Rencontre internationnal de chirurgie dentaire et prévention bucco-dentaire

Implantologie, prévention bucco-dentaire et techniques les plus récentes et révolutionnaires  en matière de chirurgie dentaire, tous au rendez-vous sous le thème « actualiser ses connaissances : confirmer ses compétences ».

Amna Khalfaoui

 

 

Le Congrès international d’odontologie est le rendez-vous des spécialistes et des jeunes chirurgiens-dentistes, organisé tous les deux ans.

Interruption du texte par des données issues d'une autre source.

import { describe, expect, it } from 'vitest';
import { simulate, PlantLoop } from '../../src/plant/simulate.ts';
import { ScenarioError } from '../../src/plant/scenario.ts';
import { fftConvolve } from '../../src/dsp/fft.ts';
import { pathResponse } from '../../src/plant/scenario.ts';
import { denseResponse } from '../../src/plant/fractional-delay.ts';
import { noiseScenario, toneScenario } from '../helpers/scenarios.ts';

describe('simulate', () => {
  describe('with the closed block loop', () => {
    it('should make the control-on error equal d + s * y sample for sample', () => {
      const sc = toneScenario({ durationS: 0.5, sensorNoiseRms: 0, paths: { secondary: { delayMs: 5, gain: 0.8, fir: [1, 0.3, -0.2] } } });
      const r = simulate(sc, { record: true });
      const s = denseResponse(pathResponse(sc.paths.secondary, sc.sampleRate));
      const sy = fftConvolve(r.signals!.output, s);
      let maxErr = 0;
      for (let i = 0; i < r.signals!.errorOn.length; i++) {
        const expected = r.signals!.errorOff[i]! + sy[i]!;
        maxErr = Math.max(maxErr, Math.abs(r.signals!.errorOn[i]! - expected));
      }
      expect(maxErr).toBeLessThan(1e-6);
    });

    it('should refuse a secondary path shorter than one block, naming the field and the minimum', () => {
      expect(() => toneScenario({ paths: { secondary: { delayMs: 2, gain: 1 } } })).toThrow(ScenarioError);
      expect(() => toneScenario({ paths: { secondary: { delayMs: 2, gain: 1 } } })).toThrow(/paths\.secondary\.delayMs: .*at least one block, 32 samples \(4\.000 ms at 8000 Hz\)/);
    });

    it('should run a block at a time without allocating in PlantLoop.step', () => {
      const loop = new PlantLoop(toneScenario({ durationS: 1 }));
      for (let i = 0; i < 50; i++) loop.step(32);
      expect(loop.time).toBe(1600);
      expect(Number.isFinite(loop.errOn[31]!)).toBe(true);
    });
  });

  describe('with a secondary-path model phase error on a tonal scenario (guard off)', () => {
    // Morgan, IEEE TASSP 28(4), 1980; Boucher, Elliott & Nelson, IEE Proc. F 138(4), 1991 (from memory):
    // tonal FxLMS converges for a model phase error within ±90° and diverges beyond.
    const base = { controller: { algorithm: 'fxlms', taps: 16, stepSize: 0.01, modelTaps: 160 }, durationS: 8 };

    it('should converge at 60°', () => {
      const r = simulate(toneScenario({ ...base, controller: { ...base.controller, modelPhaseErrorDeg: 60 } }));
      expect(r.diverged).toBe(false);
      expect(r.attenuationDb!).toBeGreaterThan(20);
    });

    it('should diverge at 120°', () => {
      const r = simulate(toneScenario({ ...base, controller: { ...base.controller, modelPhaseErrorDeg: 120 } }));
      expect(r.diverged).toBe(true);
      expect(r.attenuationDb ?? -Infinity).toBeLessThan(0);
    });
  });

  describe('against the Wiener bound', () => {
    // Widrow & Stearns, *Adaptive Signal Processing*, 1985; Elliott, *Signal Processing for Active
    // Control*, 2001, ch. 3: the optimal causal L-tap filter bounds a converged FxLMS on stationary data.
    it('should reach within 1 dB of the bound on a stationary tone with error-mic noise', () => {
      const r = simulate(toneScenario({ controller: { algorithm: 'fxnlms', taps: 32, stepSize: 0.005 }, durationS: 8 }));
      expect(r.wienerBoundDb).not.toBeNull();
      expect(r.wienerBoundIsBound).toBe(true);
      expect(Math.abs(r.attenuationDb! - r.wienerBoundDb!)).toBeLessThan(1);
    });

    it('should reach within 3 dB of the bound on causal broadband noise', () => {
      const r = simulate(noiseScenario());
      expect(r.wienerBoundDb!).toBeGreaterThan(20);
      expect(r.attenuationDb!).toBeGreaterThan(r.wienerBoundDb! - 3);
      expect(r.attenuationDb!).toBeLessThan(r.wienerBoundDb! + 1);
    });

    it('should find almost no broadband attenuation when the primary path is shorter than the secondary path', () => {
      // Kuo & Morgan, Proc. IEEE 87(6), 1999 (from memory): white noise with a causality deficit gives ≈ 0 dB.
      const r = simulate(noiseScenario({ paths: { primary: { delayMs: 2, gain: 0.7, fir: [1] } }, controller: { algorithm: 'fxnlms', taps: 96, stepSize: 0.005 } }));
      expect(r.wienerBoundDb!).toBeLessThan(1);
      expect(r.attenuationDb!).toBeLessThan(1.5);
    });
  });

  describe('with non-stationary sources', () => {
    it('should report the Wiener figure as not a bound for a drifting tone', () => {
      const r = simulate(toneScenario({ sources: [{ kind: 'tone', hz: 100, amplitude: 0.3, driftHzPerS: 5 }], durationS: 3 }));
      expect(r.wienerBoundIsBound).toBe(false);
      expect(r.notes.wienerBound).toMatch(/not stationary/);
    });
  });

  describe('with image-source room paths', () => {
    const room = {
      room: { dimensionsM: [4, 3, 2.5], absorption: 0.6, source: [0.5, 1.5, 1], referenceMic: [0.9, 1.5, 1], errorMic: [3.5, 1.5, 1.2], speaker: [3.1, 1.2, 1.1], maxTimeS: 0.05 },
      ioLatencyMs: 5,
    };

    it('should turn the room into explicit paths whose direct sound arrives at distance / c (Allen & Berkley, 1979)', () => {
      const sc = toneScenario({ paths: room, durationS: 1 });
      expect(sc.room).toBeDefined();
      const d = Math.hypot(3.5 - 3.1, 1.5 - 1.2, 1.2 - 1.1); // speaker → error mic
      const expectedMs = (d / 343) * 1000 + 5;
      const r = pathResponse(sc.paths.secondary, sc.sampleRate);
      let peak = 0;
      for (let i = 1; i < r.taps.length; i++) if (Math.abs(r.taps[i]!) > Math.abs(r.taps[peak]!)) peak = i;
      expect(Math.abs(((r.offset + peak) / sc.sampleRate) * 1000 - expectedMs)).toBeLessThan(1.5 / 8);
      expect(simulate(sc).attenuationDb!).toBeGreaterThan(20);
    });

    it('should name ioLatencyMs when the room secondary path is shorter than a block', () => {
      expect(() => toneScenario({ paths: { ...room, ioLatencyMs: 0 } })).toThrow(/paths\.ioLatencyMs \(the room's secondary path\)/);
    });
  });

  describe('with microphones beyond full scale', () => {
    it('should clip at ±1 and say so', () => {
      const r = simulate(toneScenario({ sources: [{ kind: 'tone', hz: 100, amplitude: 3 }], durationS: 0.5 }));
      expect(r.clipping.referenceSamples).toBeGreaterThan(0);
      expect(r.notes.clipping).toMatch(/clipped at full scale/);
    });
  });
});

describe('simulate', () => {
  describe('with a secondary path that changes mid-run', () => {
    it('should not call the Wiener figure a bound, and say why', () => {
      const fixed = simulate(noiseScenario({ durationS: 2 }));
      const moved = simulate(noiseScenario({ durationS: 2, faults: [{ kind: 'secondary-path-change', atS: 1, path: { delayMs: 6, gain: 0.8 } }] }));
      expect(fixed.wienerBoundIsBound).toBe(true);
      expect(moved.wienerBoundIsBound).toBe(false);
      expect(moved.notes.wienerBound).toMatch(/secondary path changes during the run/);
    });
  });
});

Il constitue un événement de pèlerinage scientifique pour les spécialistes du domaine, comme il s’est toujours voulu incitant à la formation continue. Sa 4ème édition s’est tenue les mois passés à l’hôtel El Mechtel. 

Le slogan choisi pour cette édition s’inscrit dans le cadre global  du système de santé. Il touche en particulièrement la formation continue. Mettre la Tunisie dans les premiers rangs mondiaux en matière de qualité de soins en odontostomatologie et en faire une destination de prédilection pour le tourisme médical  en matière d’implantologie, ainsi que de santé dentaire est un vrai défi.

L’Association tunisienne de prévention bucco-dentaire s’est jointe au STOS dans son congrès pour proposer un programme multidisciplinaire et riche. 

Dr Sophie Dartevelle

La prise en charge de la santé bucco-dentaire de la personne âgée

Pr Sophie Dartevelle est la présidente de l’UFSBD, Union française pour la santé bucco-dentaire.

Pr Dartevelle : L’UFSBD est une association qui a été créée en 1966 par la volonté de toute la profession  des chirurgiens dentistes de se doter d’un organisme de prévention et de promotion de la santé. Le Conseil de l’ordre et les syndicats ont décidé de prendre en charge la prévention pour que les Français changent leurs comportements vers un mode plus favorable à la santé bucco-dentaire. Nous sommes devenus entre temps un centre collaborateur de l’OMS : intervention en amont ou en mettant en œuvre une action préventive dans leurs cabinet. Nous avons travaillé pendant des années en milieu scolaire et puis nous avons diversifié progressivement notre activité pour s’approcher plus de toutes les populations vulnérables. Au cours des dernières années nous avons encore plus affiné notre mission et le grand message que nous portons est qu’on ne peut pas parler de santé si on ne parle pas de santé bucco-dentaire et on ne peut pas dire en 2014 qu’on est en bonne santé si on est en mauvaise santé bucco-dentaire. L’objectif est donc de faire admettre que la santé dentaire est un élément important de la santé globale et qu’il est capital de placer le chirurgien dentiste au cœur d’un parcours de santé pour toute la population. Le patient va régulièrement chez le médecin mais il oublie souvent d’aller chez le dentiste. Donc, une prise de conscience par tous est nécessaire pour avoir ce réflexe de s’assurer qu’on est en bonne santé bucco-dentaire.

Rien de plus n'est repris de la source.